> [Problem to work on] Exactly as written, print each of the entries.

> [Data supplied]

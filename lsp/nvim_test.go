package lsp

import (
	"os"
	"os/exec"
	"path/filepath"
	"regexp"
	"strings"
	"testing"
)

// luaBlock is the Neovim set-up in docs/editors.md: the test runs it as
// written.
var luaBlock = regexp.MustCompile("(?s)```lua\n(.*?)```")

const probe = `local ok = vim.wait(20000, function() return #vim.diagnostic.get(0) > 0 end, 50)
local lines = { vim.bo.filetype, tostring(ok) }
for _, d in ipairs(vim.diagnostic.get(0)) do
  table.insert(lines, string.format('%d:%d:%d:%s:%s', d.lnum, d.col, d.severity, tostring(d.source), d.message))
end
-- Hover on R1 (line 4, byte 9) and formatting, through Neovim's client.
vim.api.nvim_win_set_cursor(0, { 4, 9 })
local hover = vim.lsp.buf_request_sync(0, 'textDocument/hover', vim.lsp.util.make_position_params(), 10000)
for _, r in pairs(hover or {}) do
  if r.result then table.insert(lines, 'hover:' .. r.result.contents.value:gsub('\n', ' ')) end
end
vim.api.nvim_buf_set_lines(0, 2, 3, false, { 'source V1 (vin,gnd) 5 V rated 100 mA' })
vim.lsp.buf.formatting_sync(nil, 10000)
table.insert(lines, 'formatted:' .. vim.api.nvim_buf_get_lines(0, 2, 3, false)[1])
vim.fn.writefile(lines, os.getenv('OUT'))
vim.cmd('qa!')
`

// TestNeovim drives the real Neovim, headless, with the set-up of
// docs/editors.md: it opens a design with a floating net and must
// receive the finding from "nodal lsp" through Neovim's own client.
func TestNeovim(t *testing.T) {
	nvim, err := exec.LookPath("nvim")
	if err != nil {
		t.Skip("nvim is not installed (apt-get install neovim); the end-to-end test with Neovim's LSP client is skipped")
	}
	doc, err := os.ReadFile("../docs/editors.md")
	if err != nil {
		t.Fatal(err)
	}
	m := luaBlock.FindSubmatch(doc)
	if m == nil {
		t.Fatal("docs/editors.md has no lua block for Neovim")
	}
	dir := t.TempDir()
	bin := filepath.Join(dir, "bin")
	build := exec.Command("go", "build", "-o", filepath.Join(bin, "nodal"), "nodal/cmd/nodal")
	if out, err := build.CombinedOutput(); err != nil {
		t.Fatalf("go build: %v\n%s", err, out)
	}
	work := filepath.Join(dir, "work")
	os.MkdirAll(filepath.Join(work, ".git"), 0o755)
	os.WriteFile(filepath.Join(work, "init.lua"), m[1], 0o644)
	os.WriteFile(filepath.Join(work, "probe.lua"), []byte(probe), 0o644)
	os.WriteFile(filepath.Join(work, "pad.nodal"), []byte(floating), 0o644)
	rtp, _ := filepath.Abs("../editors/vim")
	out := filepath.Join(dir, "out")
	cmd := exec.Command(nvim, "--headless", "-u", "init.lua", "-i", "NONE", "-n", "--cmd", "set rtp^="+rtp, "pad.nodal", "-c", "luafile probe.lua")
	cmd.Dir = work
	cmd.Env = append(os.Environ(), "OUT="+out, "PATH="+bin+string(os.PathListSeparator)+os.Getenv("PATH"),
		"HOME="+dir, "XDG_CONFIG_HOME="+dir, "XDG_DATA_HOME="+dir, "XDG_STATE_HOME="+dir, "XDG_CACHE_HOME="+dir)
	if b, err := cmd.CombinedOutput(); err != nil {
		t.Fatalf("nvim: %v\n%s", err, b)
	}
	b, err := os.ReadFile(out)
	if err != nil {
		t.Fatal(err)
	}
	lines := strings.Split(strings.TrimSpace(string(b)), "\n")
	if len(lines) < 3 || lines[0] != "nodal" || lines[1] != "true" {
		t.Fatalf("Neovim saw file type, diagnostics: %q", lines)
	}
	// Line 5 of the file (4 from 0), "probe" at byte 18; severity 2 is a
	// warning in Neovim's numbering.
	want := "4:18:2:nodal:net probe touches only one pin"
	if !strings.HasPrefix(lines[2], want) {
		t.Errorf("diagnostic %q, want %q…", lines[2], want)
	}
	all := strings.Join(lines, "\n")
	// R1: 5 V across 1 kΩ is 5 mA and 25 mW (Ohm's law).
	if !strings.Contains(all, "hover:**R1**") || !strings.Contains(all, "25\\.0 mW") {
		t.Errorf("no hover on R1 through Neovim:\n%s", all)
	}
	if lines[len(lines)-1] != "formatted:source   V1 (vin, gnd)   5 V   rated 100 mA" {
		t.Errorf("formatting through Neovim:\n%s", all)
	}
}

> [Answer box]
filename lsp/nvim_test.go
package lsp

import (
	"os"
	"os/exec"
	"path/filepath"
	"regexp"
	"strings"
	"testing"
)

// luaBlock is the Neovim set-up in docs/editors.md: the test runs it as
// written.
var luaBlock = regexp.MustCompile("(?s)```lua\n(.*?)```")

const probe = `local ok = vim.wait(20000, function() return #vim.diagnostic.get(0) > 0 end, 50)
local lines = { vim.bo.filetype, tostring(ok) }
for _, d in ipairs(vim.diagnostic.get(0)) do
  table.insert(lines, string.format('%d:%d:%d:%s:%s', d.lnum, d.col, d.severity, tostring(d.source), d.message))
end
-- Hover on R1 (line 4, byte 9) and formatting, through Neovim's client.
vim.api.nvim_win_set_cursor(0, { 4, 9 })
local hover = vim.lsp.buf_request_sync(0, 'textDocument/hover', vim.lsp.util.make_position_params(), 10000)
for _, r in pairs(hover or {}) do
  if r.result then table.insert(lines, 'hover:' .. r.result.contents.value:gsub('\n', ' ')) end
end
vim.api.nvim_buf_set_lines(0, 2, 3, false, { 'source V1 (vin,gnd) 5 V rated 100 mA' })
vim.lsp.buf.formatting_sync(nil, 10000)
table.insert(lines, 'formatted:' .. vim.api.nvim_buf_get_lines(0, 2, 3, false)[1])
vim.fn.writefile(lines, os.getenv('OUT'))
vim.cmd('qa!')
`

// TestNeovim drives the real Neovim, headless, with the set-up of
// docs/editors.md: it opens a design with a floating net and must
// receive the finding from "nodal lsp" through Neovim's own client.
func TestNeovim(t *testing.T) {
	nvim, err := exec.LookPath("nvim")
	if err != nil {
		t.Skip("nvim is not installed (apt-get install neovim); the end-to-end test with Neovim's LSP client is skipped")
	}
	doc, err := os.ReadFile("../docs/editors.md")
	if err != nil {
		t.Fatal(err)
	}
	m := luaBlock.FindSubmatch(doc)
	if m == nil {
		t.Fatal("docs/editors.md has no lua block for Neovim")
	}
	dir := t.TempDir()
	bin := filepath.Join(dir, "bin")
	build := exec.Command("go", "build", "-o", filepath.Join(bin, "nodal"), "nodal/cmd/nodal")
	if out, err := build.CombinedOutput(); err != nil {
		t.Fatalf("go build: %v\n%s", err, out)
	}
	work := filepath.Join(dir, "work")
	os.MkdirAll(filepath.Join(work, ".git"), 0o755)
	os.WriteFile(filepath.Join(work, "init.lua"), m[1], 0o644)
	os.WriteFile(filepath.Join(work, "probe.lua"), []byte(probe), 0o644)
	os.WriteFile(filepath.Join(work, "pad.nodal"), []byte(floating), 0o644)
	rtp, _ := filepath.Abs("../editors/vim")
	out := filepath.Join(dir, "out")
	cmd := exec.Command(nvim, "--headless", "-u", "init.lua", "-i", "NONE", "-n", "--cmd", "set rtp^="+rtp, "pad.nodal", "-c", "luafile probe.lua")
	cmd.Dir = work
	cmd.Env = append(os.Environ(), "OUT="+out, "PATH="+bin+string(os.PathListSeparator)+os.Getenv("PATH"),
		"HOME="+dir, "XDG_CONFIG_HOME="+dir, "XDG_DATA_HOME="+dir, "XDG_STATE_HOME="+dir, "XDG_CACHE_HOME="+dir)
	if b, err := cmd.CombinedOutput(); err != nil {
		t.Fatalf("nvim: %v\n%s", err, b)
	}
	b, err := os.ReadFile(out)
	if err != nil {
		t.Fatal(err)
	}
	lines := strings.Split(strings.TrimSpace(string(b)), "\n")
	if len(lines) < 3 || lines[0] != "nodal" || lines[1] != "true" {
		t.Fatalf("Neovim saw file type, diagnostics: %q", lines)
	}
	// Line 5 of the file (4 from 0), "probe" at byte 18; severity 2 is a
	// warning in Neovim's numbering.
	want := "4:18:2:nodal:net probe touches only one pin"
	if !strings.HasPrefix(lines[2], want) {
		t.Errorf("diagnostic %q, want %q…", lines[2], want)
	}
	all := strings.Join(lines, "\n")
	// R1: 5 V across 1 kΩ is 5 mA and 25 mW (Ohm's law).
	if !strings.Contains(all, "hover:**R1**") || !strings.Contains(all, "25\\.0 mW") {
		t.Errorf("no hover on R1 through Neovim:\n%s", all)
	}
	if lines[len(lines)-1] != "formatted:source   V1 (vin, gnd)   5 V   rated 100 mA" {
		t.Errorf("formatting through Neovim:\n%s", all)
	}
}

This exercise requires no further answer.